The government doesn’t see things my way, either. They seem to think that if we pay cash for something, we’re just opening an inroad for the underground economy. Let’s say I hire someone to plow out the driveway and pay in cash. The government is suspicious that might be an under the table maneuver that keeps them from getting a little more income tax money. What it really means is that the government doesn’t trust us.
Besides, I don’t think it is my responsibility to scrupulously inquire if the fellow excising snow and gouging the lawn is really going to report the income.

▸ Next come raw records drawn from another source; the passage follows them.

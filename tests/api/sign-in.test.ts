import { afterAll, describe, expect, it } from 'vitest';
import { closeDb } from '../../src/db/client';
import { DEMO_PASSWORD } from '../../scripts/seed/demo-people';
import { messagesTo, validSubmission, waitForMessages } from '../support/fixtures';
import { appFetch } from '../support/stack';

function postForm(path: string, fields: Record<string, string>): Promise<Response> {
  return appFetch(path, { method: 'POST', body: new URLSearchParams(fields) });
}

function cookiesOf(response: Response): string {
  return response.headers.getSetCookie().map((c) => c.split(';')[0]).join('; ');
}

describe('signing in from the sign-in page', () => {
  afterAll(async () => {
    await closeDb();
  });

  it('a consultant signs in with e-mail and password and lands on the desk', async () => {
    const response = await postForm('/api/sign-in/password', { email: 'marisol@quintero-thermal.example', password: DEMO_PASSWORD });
    expect(response.status).toBe(303);
    expect(response.headers.get('location')).toBe('/desk');
    const page = await appFetch('/account', { headers: { cookie: cookiesOf(response) } });
    expect(page.status).toBe(200);
    const html = await page.text();
    expect(html).toContain('Marisol Quintero');
    expect(html).toContain('consultant');
  });

  it('a visitor sent to sign in from a page goes back to it, and a crafted address elsewhere is ignored', async () => {
    const page = await (await appFetch('/sign-in?next=%2Fdesk%2Fmine')).text();
    expect(page).toContain('name="next" value="/desk/mine"');
    const back = await postForm('/api/sign-in/password', {
      email: 'priya@raman-audits.example',
      password: DEMO_PASSWORD,
      next: '/desk/mine',
    });
    expect(back.headers.get('location')).toBe('/desk/mine');
    const away = await postForm('/api/sign-in/password', {
      email: 'priya@raman-audits.example',
      password: DEMO_PASSWORD,
      next: '//elsewhere.example/steal',
    });
    expect(away.headers.get('location')).toBe('/desk');
  });

  it('a wrong password goes back to the form with a message, and no session', async () => {
    const response = await postForm('/api/sign-in/password', { email: 'marisol@quintero-thermal.example', password: 'not-the-password' });
    expect(response.status).toBe(303);
    expect(response.headers.get('location')).toBe('/sign-in?error=password#team');
    expect(response.headers.getSetCookie().filter((c) => c.includes('session_token=') && !c.includes('Max-Age=0'))).toEqual([]);
  });

  it('an owner asks for a link and gets one by e-mail; an unknown address gets the same answer and no mail', async () => {
    const input = validSubmission();
    const submitted = await appFetch('/api/assessments', {
      method: 'POST',
      headers: { 'content-type': 'application/json' },
      body: JSON.stringify(input),
    });
    expect(submitted.status).toBe(201);
    await waitForMessages(input.contact.email, (m) => m.length === 1);

    const known = await postForm('/api/sign-in/link', { email: input.contact.email });
    const unknown = await postForm('/api/sign-in/link', { email: 'nobody-here@wicker-falls.example' });
    expect(known.headers.get('location')).toBe('/sign-in?sent=1#owner');
    expect(unknown.headers.get('location')).toBe('/sign-in?sent=1#owner');
    const mail = await waitForMessages(input.contact.email, (m) => m.some((x) => x.subject === 'Your Lagwise sign-in link'));
    expect(mail.find((m) => m.subject === 'Your Lagwise sign-in link')?.html).toContain('magic-link/verify');
    expect(await messagesTo('nobody-here@wicker-falls.example')).toEqual([]);
  });

  it('an owner cannot open another owner’s assessment', async () => {
    const first = validSubmission();
    const second = validSubmission();
    const created = await Promise.all(
      [first, second].map(async (input) => {
        const response = await appFetch('/api/assessments', { method: 'POST', headers: { 'content-type': 'application/json' }, body: JSON.stringify(input) });
        return ((await response.json()) as { assessment: { id: string } }).assessment.id;
      }),
    );
    const [mail] = await waitForMessages(first.contact.email, (m) => m.length > 0);
    const link = /href="([^"]*magic-link\/verify[^"]*)"/.exec(mail!.html ?? '')![1]!.replaceAll('&amp;', '&');
    const cookie = cookiesOf(await fetch(link, { redirect: 'manual' }));
    expect((await appFetch(`/my/assessments/${created[0]}`, { headers: { cookie } })).status).toBe(200);
    expect((await appFetch(`/my/assessments/${created[1]}`, { headers: { cookie } })).status).toBe(404);
  });

  it('signed-out visitors are sent to the sign-in page', async () => {
    const response = await appFetch('/my/assessments');
    expect(response.status).toBe(303);
    expect(response.headers.get('location')).toContain('/sign-in');
  });
});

The authorities love to warn us that carrying cash is dangerous. Sure, it is we all know that. The billfold can fall out of my pocket, a pickpocket can boost it, or I might get mugged. Guess what? One good solar flare, a really big one such as we have not seen since the 1850s, and all of that electronic financial data is going to evaporate or otherwise be scrambled and destroyed. The card machines and the automated teller machines are not going to work. Why, it won’t even take a solar flare, as some of the folks in the hurricane zone find out every year.
The new Italian prime minister, Giorgia Meloni, has also caught on to this situation and has proposed major changes in the next budget. Currently, Italian merchants can refuse to accept credit and debit cards for any purchase over 30 Euros. She is raising it to 60. And the old limit for cash purchases of one thousand Euros is being raised to five thousand. Cash, she contends, is legal public money; credit card transfers are some sort of private exchange.
Many small Italian businesses welcome the change because they are getting tired of being dinged between three and five per cent of their sometimes very small sales to the credit card companies. When the bankers object and claim it is merely a ‘transaction fee’ and ‘part of the cost of doing business,’ the merchants see it as an old fashioned shakedown.
There is another good reason to go back to cash payments. If you walk into a supermarket and use a charge card, the store knows exactly what you bought. From now until charcoal sprouts and battleships fly you will be besieged by someone’s electronic advertisements. But that information is also valuable to other businesses such as health insurance companies, advertisers, and others. That makes it a marketable asset by the merchant because others will pay for the information about you. There is a real possibility that someday an insurance company, the medical industry, or even the government will look over the list of what you bought and make a decision that is not likely to be in your favor. ‘Oh,’ someone will say, ‘you seem to eat a lot of high calorie and unhealthy food; not much kale and greens on that receipt, and you appear to buy a couple of bottles of wine every week. That raises your risks, so your policy is going to cost a lot more.’ Or, they might say they can’t afford keeping us in the health system anymore.
Pay cash, and no one will be any the wiser.
Time for all of us to find those rubbery little coin purses and stop by the bank to stock up on two dollar bills as we stand up for our economic independence.